The five algorithms presented for visiting the adjacencies of the vertices of a graph are tested against two graphs. The first is an Erdos-Renyi random graph of two billion edges. The second is a graph of realistic data with 0.5 billion edges. The Erdos-Renyi graph is an example of simple synthetic data, while the realistic data graph is an example of more complex data. The figures below show the time in seconds it took to perform the five algorithms on each of the graphs for varying numbers of processors. The results for the Erdos-Renyi graph are on the left while the results for the realistic data graph are on the right. The algorithms performed similarly for both the simple and realistic data.
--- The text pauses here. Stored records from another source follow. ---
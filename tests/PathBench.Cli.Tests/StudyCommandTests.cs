using System.Text.Json;

namespace PathBench.Cli.Tests;

/// <summary>The <c>reference</c>, <c>study</c> and <c>demo</c> commands: outputs, field names and bad input.</summary>
public sealed class StudyCommandTests
{
    private const string Scene = TestScenes.LampAndBall;

    private const string Study = """
        scene: s.yaml
        reference: { spp: 64 }
        spp: [2, 4]
        replicates: 3
        configurations:
          - { name: rnd, generator: random }
          - { name: owen, generator: sobol, randomize: owen }
          - { name: plain-halton, generator: halton, randomize: none }
        """;

    private static (int Code, string Out, string Err) Run(params string[] args) => CliRunner.Run(args);

    [Fact]
    public void Study_writes_the_summary_in_its_stated_shape_and_the_table()
    {
        using var dir = new TempFolder();
        dir.Write("s.yaml", Scene);
        dir.Write("study.yaml", Study);
        (int code, string output, string err) = Run("study", dir.File("study.yaml"), "--out", dir.File("out"), "--threads", "2", "--quiet");
        Assert.True(code == 0, err);
        Assert.Contains("rnd", output, StringComparison.Ordinal);
        Assert.Contains("equal time", output, StringComparison.Ordinal);
        // Two rungs give a slope but no interval (no residual degrees of freedom): said, not printed as ±Infinity.
        Assert.DoesNotContain("Infinity", output, StringComparison.Ordinal);
        Assert.Contains("[no CI from 2 spp]", output, StringComparison.Ordinal);

        using JsonDocument doc = JsonDocument.Parse(File.ReadAllText(dir.File("out/summary.json")));
        JsonElement root = doc.RootElement;
        Assert.Equal(64, root.GetProperty("reference").GetProperty("spp").GetInt32());
        Assert.True(root.GetProperty("reference").GetProperty("mean_variance").GetDouble() > 0);
        JsonElement[] configs = [.. root.GetProperty("configurations").EnumerateArray()];
        Assert.Equal(["rnd", "owen", "plain-halton"], configs.Select(c => c.GetProperty("name").GetString()));
        foreach (string field in new[] { "generator", "randomize", "hemisphere", "lights", "slope", "slope_ci", "structure_score", "win_fraction", "points" })
        {
            Assert.True(configs[0].TryGetProperty(field, out _), field);
        }

        JsonElement point = configs[0].GetProperty("points")[1];
        foreach (string field in new[] { "spp", "mse", "mse_ci", "mse_uncorrected", "relmse", "bias", "bias_z", "seconds_per_sample", "efficiency" })
        {
            Assert.True(point.TryGetProperty(field, out _), field);
        }

        // A deterministic configuration is rendered once and reported without intervals.
        JsonElement halton = configs[2];
        Assert.False(halton.GetProperty("randomized").GetBoolean());
        Assert.Equal(JsonValueKind.Null, halton.GetProperty("points")[0].GetProperty("mse_ci").ValueKind);
        Assert.Contains(halton.GetProperty("notes").EnumerateArray(), n => n.GetString()!.Contains("deterministic", StringComparison.Ordinal));

        string[] csv = File.ReadAllLines(dir.File("out/results.csv"));
        // 3 replicates × 2 spp for each randomized configuration, one render per spp for the deterministic one.
        Assert.Equal(1 + (2 * 3 * 2) + 2, csv.Length);
        Assert.StartsWith("configuration,generator,randomize,hemisphere,lights,spp,replicate,seed,seconds", csv[0], StringComparison.Ordinal);
    }

    [Fact]
    public void Reference_writes_the_variance_file_and_refuses_a_deterministic_sampler()
    {
        using var dir = new TempFolder();
        dir.Write("s.yaml", Scene);
        (int code, _, string err) = Run("reference", dir.File("s.yaml"), "--spp", "16", "--out", dir.File("ref.exr"), "--threads", "2");
        Assert.True(code == 0, err);
        Assert.True(File.Exists(dir.File("ref.variance.exr")));
        using (JsonDocument doc = JsonDocument.Parse(File.ReadAllText(dir.File("ref.json"))))
        {
            Assert.Equal(16, doc.RootElement.GetProperty("spp").GetInt32());
            Assert.True(doc.RootElement.GetProperty("mean_variance").GetDouble() > 0);
        }

        (code, _, err) = Run("reference", dir.File("s.yaml"), "--spp", "16", "--generator", "sobol", "--randomize", "none", "--out", dir.File("det.exr"));
        Assert.Equal(2, code);
        Assert.Contains("unbiased", err, StringComparison.Ordinal);
        (code, _, err) = Run("reference", dir.File("s.yaml"), "--out", dir.File("ref.png"));
        Assert.Equal(2, code);
        Assert.Contains(".exr", err, StringComparison.Ordinal);
    }

    [Fact]
    public void A_reference_file_of_another_size_or_scene_is_refused_with_its_position()
    {
        using var dir = new TempFolder();
        dir.Write("s.yaml", Scene);
        dir.Write("other.yaml", Scene.Replace("[24, 16]", "[20, 16]", StringComparison.Ordinal));
        Assert.Equal(0, Run("reference", dir.File("other.yaml"), "--spp", "4", "--out", dir.File("other.exr"), "--threads", "2").Code);
        dir.Write("study.yaml", "scene: s.yaml\nreference: { path: other.exr }\nspp: [2]\nreplicates: 2\nconfigurations:\n  - { name: a, generator: random }\n");
        (int code, _, string err) = Run("study", dir.File("study.yaml"), "--out", dir.File("out"), "--quiet");
        Assert.Equal(2, code);
        Assert.Contains("study.yaml:2:20:", err, StringComparison.Ordinal);
        Assert.Contains("is 20x16, the study renders 24x16", err, StringComparison.Ordinal);
        Assert.False(Directory.Exists(dir.File("out")));

        // Same size, but its sidecar names another scene file's hash.
        dir.Write("study2.yaml", "scene: s.yaml\nresolution: [20, 16]\nreference: { path: other.exr }\nspp: [2]\nreplicates: 2\nconfigurations:\n  - { name: a, generator: random }\n");
        (code, _, err) = Run("study", dir.File("study2.yaml"), "--out", dir.File("out2"), "--quiet");
        Assert.Equal(2, code);
        Assert.Contains("rendered from another scene", err, StringComparison.Ordinal);
    }

    [Theory]
    [InlineData("scene: s.yaml\nreference: { spp: 4 }\nspp: [2]\nreplicates: 2\ncolour: red\nconfigurations:\n  - { name: a, generator: random }\n", "study.yaml:5:1:", "colour")]
    [InlineData("scene: s.yaml\nreference: { spp: 4 }\nspp: [2]\nreplicates: 2\nconfigurations:\n  - { name: a, generator: random }\n  - { name: a, generator: sobol }\n", "study.yaml:7:13:", "duplicate configuration name 'a'")]
    [InlineData("scene: s.yaml\nreference: { spp: 4 }\nspp: [4, 2]\nreplicates: 2\nconfigurations:\n  - { name: a, generator: random }\n", "study.yaml:3:10:", "must increase")]
    [InlineData("scene: s.yaml\nreference: { spp: 4 }\nspp: [2]\nreplicates: 2\nconfigurations:\n  - { name: a, generator: random, randomize: owen }\n", "study.yaml:6:46:", "owen")]
    [InlineData("scene: s.yaml\nreference: { spp: 4, path: r.exr }\nspp: [2]\nreplicates: 2\nconfigurations:\n  - { name: a, generator: random }\n", "study.yaml:2:12:", "exactly one of")]
    [InlineData("scene: s.yaml\nreference: { spp: 4 }\nspp: [2]\nreplicates: 2\nconfigurations:\n  - { name: a, generator: random, lights: sun }\n", "study.yaml:6:43:", "bsdf, nee or mis")]
    [InlineData("scene: s.yaml\nreference: { spp: 4 }\nspp: [2, 32768]\nreplicates: 2\nconfigurations:\n  - { name: a, generator: pmj02 }\n", "study.yaml:6:27:", "'pmj02' defines at most 16384 points per pixel, the study asks for 32768 spp")]
    [InlineData("scene: s.yaml\nreference: { spp: 20000, generator: lattice }\nspp: [2]\nreplicates: 2\nconfigurations:\n  - { name: a, generator: random }\n", "study.yaml:2:37:", "'lattice' defines at most 16384 points")]
    public void Bad_study_files_name_file_line_and_column(string text, string position, string what)
    {
        using var dir = new TempFolder();
        dir.Write("s.yaml", Scene);
        dir.Write("study.yaml", text);
        (int code, string output, string err) = Run("study", dir.File("study.yaml"), "--out", dir.File("out"), "--quiet");
        Assert.Equal(2, code);
        Assert.Equal("", output);
        Assert.Contains(position, err, StringComparison.Ordinal);
        Assert.Contains(what, err, StringComparison.Ordinal);
        Assert.False(Directory.Exists(dir.File("out")));
    }

    [Fact]
    public void A_study_too_large_for_memory_is_refused_before_anything_is_rendered()
    {
        // 8192² pixels × (3 values × (20 bytes × 2 configurations × 3 spp + 4 bytes × 2 × 8 replicates) + 352) ≈ 56.5 GiB.
        using var dir = new TempFolder();
        dir.Write("s.yaml", Scene);
        dir.Write("study.yaml", "scene: s.yaml\nresolution: [8192, 8192]\nreference: { spp: 4 }\nspp: [1, 2, 4]\nreplicates: 8\nconfigurations:\n  - { name: a, generator: random }\n  - { name: b, generator: sobol }\n");
        (int code, _, string err) = Run("study", dir.File("study.yaml"), "--out", dir.File("out"), "--quiet");
        Assert.Equal(2, code);
        Assert.Contains("a study of 8192x8192 pixels, 2 configurations, 3 sample counts and 8 replicates needs about 56.5 GiB, above the memory budget of 2 GiB", err, StringComparison.Ordinal);
        Assert.False(Directory.Exists(dir.File("out")));
    }

    [Fact]
    public void Report_of_a_folder_without_a_study_or_with_a_foreign_summary_is_one_line()
    {
        using var dir = new TempFolder();
        (int code, _, string err) = Run("report", dir.Path);
        Assert.Equal(2, code);
        Assert.Contains("summary.json: not found", err, StringComparison.Ordinal);
        dir.Write("summary.json", "{\"scene\": \"x\"}");
        (code, _, err) = Run("report", dir.Path);
        Assert.Equal(2, code);
        Assert.Contains("summary.json: ", err, StringComparison.Ordinal);
        Assert.False(File.Exists(dir.File("report.html")));
    }
}
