namespace PathBench.Cli.Tests;

public sealed class BenchCommandTests
{
    [Theory]
    [InlineData("--scene", "nowhere-room", "unknown benchmark scene 'nowhere-room'")]
    [InlineData("--threads", "0", "--threads")]
    [InlineData("--share-of", "halton/owen", "--share-of: no generator/randomization 'halton/owen'")]
    [InlineData("--share-of", "nowhere", "--share-of: no generator/randomization 'nowhere'")]
    [InlineData("--sphere-slices", "2", "--sphere-slices must be at least 4, got 2")]
    [InlineData("--sphere-slices", "7", "--sphere-slices: must be even")]
    [InlineData("--sphere-slices", "4096", "--sphere-slices must be at most 2048")]
    [InlineData("--sphere-slices", "x", "--sphere-slices")]
    public void Bad_options_are_one_line_errors_with_exit_code_2(string option, string value, string expected)
    {
        (int code, string output, string err) = CliRunner.Run("bench", option, value);
        Assert.Equal(2, code);
        Assert.Equal("", output);
        Assert.Contains(expected, err, StringComparison.Ordinal);
        Assert.Single(err.TrimEnd('\n').Split('\n'));
    }

    [Fact]
    public void Sphere_slices_on_the_furnished_room_are_refused()
    {
        (int code, string output, string err) = CliRunner.Run("bench", "--scene", "furnished-room", "--sphere-slices", "8");
        Assert.Equal(2, code);
        Assert.Equal("", output);
        Assert.Contains("--sphere-slices: the furnished-room scene has no tessellated spheres", err, StringComparison.Ordinal);
    }

    [Theory]
    [InlineData("512", "64M", "(16711680 triangles, about 1700 bytes each", "--max-memory 27G would do")]
    [InlineData("8", "64M", "(3072 triangles, about 1700 bytes each", "--max-memory 261M would do")]
    public void A_benchmark_above_the_memory_budget_is_refused_before_the_scene_is_made(string slices, string budget, string what, string raise)
    {
        // 64 spheres × 512 slices × 510 cells' triangles = 16 711 680; at 1 700 bytes each plus the 256 MiB
        // base that is 26.7 GiB, and the suggestion rounds up to a whole GiB (261 MiB at 8 slices, to a whole MiB). The refusal comes before any allocation,
        // so this test costs nothing.
        (int code, string output, string err) = CliRunner.Run("--max-memory", budget, "bench", "--scene", "tessellated-room", "--sphere-slices", slices);
        Assert.Equal(2, code);
        Assert.Equal("", output);
        Assert.Contains(what, err, StringComparison.Ordinal);
        Assert.Contains(raise, err, StringComparison.Ordinal);
        Assert.Single(err.TrimEnd('\n').Split('\n'));
    }
}
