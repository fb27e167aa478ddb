using PathBench.Sampling.Generators;

namespace PathBench.Sampling.Tests.Generators;

/// <summary>A sample is a pure function of (generator, randomization, count, seed, pixel, index, dimension).</summary>
public sealed class DeterminismTests
{
    public static TheoryData<string, string> All => new()
    {
        { "random", "none" }, { "jittered", "none" }, { "latin-hypercube", "none" }, { "multi-jittered", "none" },
        { "halton", "digit-permutation" }, { "hammersley", "cranley-patterson" }, { "sobol", "owen" }, { "sobol", "owen+antithetic" },
        { "pmj02", "owen" }, { "pmj02", "digital-shift" }, { "pmj02", "none" }, { "pmj", "owen" }, { "pj", "digital-shift" },
        { "lattice", "cranley-patterson" }, { "lattice", "none" }, { "bluenoise", "owen" }, { "bluenoise", "none" }, { "bluenoise", "owen+antithetic" },
    };

    [Theory]
    [MemberData(nameof(All))]
    public void Parallel_and_sequential_evaluation_give_the_same_bits(string generator, string randomize)
    {
        (Randomization r, bool anti) = SamplerCatalog.ParseRandomization(randomize);
        PointSampler s = SamplerCatalog.Create(new SamplerSpec(generator, r, anti, 64, 77), 6);
        const int pixels = 64;
        var sequential = new double[pixels * 64 * 6];
        for (int p = 0; p < pixels; p++)
        {
            s.Fill(s.PixelKey(p % 8, p / 8), 6, sequential.AsSpan(p * 384, 384));
        }

        var parallel = new double[sequential.Length];
        Parallel.For(0, pixels, new ParallelOptions { MaxDegreeOfParallelism = 4 }, p => s.Fill(s.PixelKey(p % 8, p / 8), 6, parallel.AsSpan(p * 384, 384)));
        Assert.Equal(sequential, parallel);

        // A fresh sampler from the same spec gives the same points too (no hidden state).
        var again = new double[384];
        SamplerCatalog.Create(new SamplerSpec(generator, r, anti, 64, 77), 6).Fill(s.PixelKey(0, 0), 6, again);
        Assert.Equal(sequential.AsSpan(0, 384).ToArray(), again);
    }

    [Theory]
    [MemberData(nameof(All))]
    public void Every_coordinate_lies_in_the_half_open_unit_interval(string generator, string randomize)
    {
        (Randomization r, bool anti) = SamplerCatalog.ParseRandomization(randomize);
        foreach (int n in new[] { 1, 7, 64 })
        {
            PointSampler s = SamplerCatalog.Create(new SamplerSpec(generator, r, anti, n, 5), 9);
            var points = new double[n * 9];
            s.Fill(s.PixelKey(1, 2), 9, points);
            Assert.All(points, x => Assert.True(x >= 0 && x < 1, $"{x}"));
        }
    }

    [Theory]
    [InlineData("jittered")]
    [InlineData("multi-jittered")]
    [InlineData("latin-hypercube")]
    public void Stratified_sets_put_one_point_in_each_stratum(string generator)
    {
        // The defining property of each construction: one point per cell of the n-cell grid
        // (jittered, multi-jittered), one per 1/n slab in every dimension (Latin, multi-jittered).
        foreach (int n in new[] { 16, 12, 7 })
        {
            PointSampler s = SamplerCatalog.Create(new SamplerSpec(generator, Randomization.None, false, n, 3), 4);
            ulong key = s.PixelKey(0, 0);
            StratumGrid grid = StratumGrid.For(n);
            for (int pair = 0; pair < 2; pair++)
            {
                var cells = new HashSet<int>();
                var slabsX = new HashSet<int>();
                var slabsY = new HashSet<int>();
                for (int i = 0; i < n; i++)
                {
                    (double x, double y) = s.Sample2D(key, (uint)i, 2 * pair);
                    cells.Add((int)(x * grid.Columns) + grid.Columns * (int)(y * grid.Rows));
                    slabsX.Add((int)(x * n));
                    slabsY.Add((int)(y * n));
                }

                if (generator != "latin-hypercube")
                {
                    Assert.Equal(n, cells.Count);
                }

                if (generator != "jittered")
                {
                    Assert.Equal(n, slabsX.Count);
                    Assert.Equal(n, slabsY.Count);
                }
            }
        }
    }
}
Algorithms 1, 3, and 4 performed roughly the same as each other, and the fully generic algorithm that manually chunks the adjacencies performed about two to three times slower than the better algorithms. The algorithm that used the function pointer (Algorithm 2), however, performed horribly. All the algorithms except for Algorithm 2 scaled up to 64 processors.